• [REQUIRED WORK]: Retype the full set of records. Keep every character identical.

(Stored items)

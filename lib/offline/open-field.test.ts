import Dexie from "dexie";
import { afterEach, describe, expect, it, onTestFinished, vi } from "vitest";
import { readMeta, type SessionMeta, type SyncMeta } from "./db";
import { openField, UNREADABLE_SESSION } from "./open-field";
import { saveRecord, type OutboxStatus } from "./outbox";
import { samplePayload, signIn, TEST_USER, testDb } from "./test-support";

afterEach(() => {
  vi.unstubAllGlobals();
});

/** The browser globals the shell's start touches, in node: events on window and document, the timer. */
function browserGlobals() {
  const window = Object.assign(new EventTarget(), {
    setInterval: (fn: () => void, ms: number) => setInterval(fn, ms) as unknown as number,
    clearInterval: (id: number) => clearInterval(id),
  });
  vi.stubGlobal("window", window);
  vi.stubGlobal("document", Object.assign(new EventTarget(), { visibilityState: "visible" }));
}

async function until<T>(values: T[], test: (v: T) => boolean): Promise<T> {
  for (let i = 0; i < 200; i++) {
    const hit = values.find(test);
    if (hit !== undefined) return hit;
    await new Promise((r) => setTimeout(r, 10));
  }
  throw new Error(`no value passed the test; saw ${JSON.stringify(values)}`);
}

describe("openField (the shell's database, loaded after the first paint)", () => {
  it("reports the outbox and the sync record as they change, and stops reporting when stopped", async () => {
    browserGlobals();
    // Signed out on the server: /api/me answers 401, so the sync record must come to say so.
    vi.stubGlobal("fetch", async () => new Response("{}", { status: 401 }));
    const { db, factory } = testDb();
    // liveQuery runs only where Dexie found an indexedDB when it loaded (a browser); here that is the test's fake.
    const deps = Dexie.dependencies as { indexedDB: IDBFactory | null };
    const before = deps.indexedDB;
    deps.indexedDB = factory;
    onTestFinished(() => {
      deps.indexedDB = before;
    });
    await signIn(db);
    const outbox: OutboxStatus[] = [];
    const sync: SyncMeta[] = [];
    const field = openField(db);
    const stop = field.start({ outbox: (s) => outbox.push(s), sync: (m) => sync.push(m) });

    expect((await until(outbox, () => true)).pending).toBe(0);
    expect((await until(sync, (m) => m.needsSignIn)).needsSignIn).toBe(true);

    await saveRecord(db, { ...samplePayload(), authorName: "Test Crew", local: null });
    expect((await until(outbox, (s) => s.pending === 1)).pending).toBe(1);

    stop();
    const seen = outbox.length;
    await saveRecord(db, { ...samplePayload(), authorName: "Test Crew", local: null });
    await new Promise((r) => setTimeout(r, 100));
    expect(outbox.length).toBe(seen);
    expect(await db.outbox.count()).toBe(2);
    db.close();
  });

  it("keeps the person it had when the server's answer about who is signed in breaks its contract", async () => {
    vi.stubGlobal("fetch", async (url: string) =>
      url === "/api/me"
        ? new Response(JSON.stringify({ id: "someone-else", memberships: "all of them" }), { status: 200 })
        : new Response("{}", { status: 404 }),
    );
    const { db } = testDb();
    await signIn(db);
    await openField(db).syncNow();
    expect(await readMeta<SessionMeta>(db, "session")).toEqual(TEST_USER);
    expect((await readMeta<SyncMeta>(db, "sync"))!.lastError).toBe(UNREADABLE_SESSION);
    db.close();
  });
});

• [TASK RESULT]:
filename lib/offline/open-field.test.ts
import Dexie from "dexie";
import { afterEach, describe, expect, it, onTestFinished, vi } from "vitest";
import { readMeta, type SessionMeta, type SyncMeta } from "./db";
import { openField, UNREADABLE_SESSION } from "./open-field";
import { saveRecord, type OutboxStatus } from "./outbox";
import { samplePayload, signIn, TEST_USER, testDb } from "./test-support";

afterEach(() => {
  vi.unstubAllGlobals();
});

/** The browser globals the shell's start touches, in node: events on window and document, the timer. */
function browserGlobals() {
  const window = Object.assign(new EventTarget(), {
    setInterval: (fn: () => void, ms: number) => setInterval(fn, ms) as unknown as number,
    clearInterval: (id: number) => clearInterval(id),
  });
  vi.stubGlobal("window", window);
  vi.stubGlobal("document", Object.assign(new EventTarget(), { visibilityState: "visible" }));
}

async function until<T>(values: T[], test: (v: T) => boolean): Promise<T> {
  for (let i = 0; i < 200; i++) {
    const hit = values.find(test);
    if (hit !== undefined) return hit;
    await new Promise((r) => setTimeout(r, 10));
  }
  throw new Error(`no value passed the test; saw ${JSON.stringify(values)}`);
}

describe("openField (the shell's database, loaded after the first paint)", () => {
  it("reports the outbox and the sync record as they change, and stops reporting when stopped", async () => {
    browserGlobals();
    // Signed out on the server: /api/me answers 401, so the sync record must come to say so.
    vi.stubGlobal("fetch", async () => new Response("{}", { status: 401 }));
    const { db, factory } = testDb();
    // liveQuery runs only where Dexie found an indexedDB when it loaded (a browser); here that is the test's fake.
    const deps = Dexie.dependencies as { indexedDB: IDBFactory | null };
    const before = deps.indexedDB;
    deps.indexedDB = factory;
    onTestFinished(() => {
      deps.indexedDB = before;
    });
    await signIn(db);
    const outbox: OutboxStatus[] = [];
    const sync: SyncMeta[] = [];
    const field = openField(db);
    const stop = field.start({ outbox: (s) => outbox.push(s), sync: (m) => sync.push(m) });

    expect((await until(outbox, () => true)).pending).toBe(0);
    expect((await until(sync, (m) => m.needsSignIn)).needsSignIn).toBe(true);

    await saveRecord(db, { ...samplePayload(), authorName: "Test Crew", local: null });
    expect((await until(outbox, (s) => s.pending === 1)).pending).toBe(1);

    stop();
    const seen = outbox.length;
    await saveRecord(db, { ...samplePayload(), authorName: "Test Crew", local: null });
    await new Promise((r) => setTimeout(r, 100));
    expect(outbox.length).toBe(seen);
    expect(await db.outbox.count()).toBe(2);
    db.close();
  });

  it("keeps the person it had when the server's answer about who is signed in breaks its contract", async () => {
    vi.stubGlobal("fetch", async (url: string) =>
      url === "/api/me"
        ? new Response(JSON.stringify({ id: "someone-else", memberships: "all of them" }), { status: 200 })
        : new Response("{}", { status: 404 }),
    );
    const { db } = testDb();
    await signIn(db);
    await openField(db).syncNow();
    expect(await readMeta<SessionMeta>(db, "session")).toEqual(TEST_USER);
    expect((await readMeta<SyncMeta>(db, "sync"))!.lastError).toBe(UNREADABLE_SESSION);
    db.close();
  });
});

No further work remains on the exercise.